*TASK DETAILS*. Write out every entry below word for word, leaving nothing out.

*RECORDS TO PROCESS*.
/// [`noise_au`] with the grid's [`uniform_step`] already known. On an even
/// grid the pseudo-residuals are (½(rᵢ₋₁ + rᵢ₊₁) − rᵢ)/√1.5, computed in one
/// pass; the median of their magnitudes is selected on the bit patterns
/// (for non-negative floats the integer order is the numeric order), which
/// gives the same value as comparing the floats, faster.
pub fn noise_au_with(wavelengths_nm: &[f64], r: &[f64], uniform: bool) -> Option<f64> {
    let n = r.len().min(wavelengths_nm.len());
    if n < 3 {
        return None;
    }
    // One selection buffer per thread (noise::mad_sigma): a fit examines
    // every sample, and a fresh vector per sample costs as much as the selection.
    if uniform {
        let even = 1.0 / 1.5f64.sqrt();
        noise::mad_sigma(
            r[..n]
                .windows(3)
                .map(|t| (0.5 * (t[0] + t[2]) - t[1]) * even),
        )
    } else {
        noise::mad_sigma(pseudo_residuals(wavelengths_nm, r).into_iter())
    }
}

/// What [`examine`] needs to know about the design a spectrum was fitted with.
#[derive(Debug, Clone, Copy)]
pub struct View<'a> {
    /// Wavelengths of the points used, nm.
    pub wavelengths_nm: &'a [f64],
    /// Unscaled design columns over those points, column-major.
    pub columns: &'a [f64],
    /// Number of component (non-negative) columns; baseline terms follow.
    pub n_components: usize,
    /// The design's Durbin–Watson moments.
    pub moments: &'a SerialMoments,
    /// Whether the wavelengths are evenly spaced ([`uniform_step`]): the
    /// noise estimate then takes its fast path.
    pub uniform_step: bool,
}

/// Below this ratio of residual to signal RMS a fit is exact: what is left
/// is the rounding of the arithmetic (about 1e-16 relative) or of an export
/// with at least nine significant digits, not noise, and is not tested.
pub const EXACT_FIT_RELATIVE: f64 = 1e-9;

*SOLUTION TO THE PROBLEM*.
/// [`noise_au`] with the grid's [`uniform_step`] already known. On an even
/// grid the pseudo-residuals are (½(rᵢ₋₁ + rᵢ₊₁) − rᵢ)/√1.5, computed in one
/// pass; the median of their magnitudes is selected on the bit patterns
/// (for non-negative floats the integer order is the numeric order), which
/// gives the same value as comparing the floats, faster.
pub fn noise_au_with(wavelengths_nm: &[f64], r: &[f64], uniform: bool) -> Option<f64> {
    let n = r.len().min(wavelengths_nm.len());
    if n < 3 {
        return None;
    }
    // One selection buffer per thread (noise::mad_sigma): a fit examines
    // every sample, and a fresh vector per sample costs as much as the selection.
    if uniform {
        let even = 1.0 / 1.5f64.sqrt();
        noise::mad_sigma(
            r[..n]
                .windows(3)
                .map(|t| (0.5 * (t[0] + t[2]) - t[1]) * even),
        )
    } else {
        noise::mad_sigma(pseudo_residuals(wavelengths_nm, r).into_iter())
    }
}

/// What [`examine`] needs to know about the design a spectrum was fitted with.
#[derive(Debug, Clone, Copy)]
pub struct View<'a> {
    /// Wavelengths of the points used, nm.
    pub wavelengths_nm: &'a [f64],
    /// Unscaled design columns over those points, column-major.
    pub columns: &'a [f64],
    /// Number of component (non-negative) columns; baseline terms follow.
    pub n_components: usize,
    /// The design's Durbin–Watson moments.
    pub moments: &'a SerialMoments,
    /// Whether the wavelengths are evenly spaced ([`uniform_step`]): the
    /// noise estimate then takes its fast path.
    pub uniform_step: bool,
}

/// Below this ratio of residual to signal RMS a fit is exact: what is left
/// is the rounding of the arithmetic (about 1e-16 relative) or of an export
/// with at least nine significant digits, not noise, and is not tested.
pub const EXACT_FIT_RELATIVE: f64 = 1e-9;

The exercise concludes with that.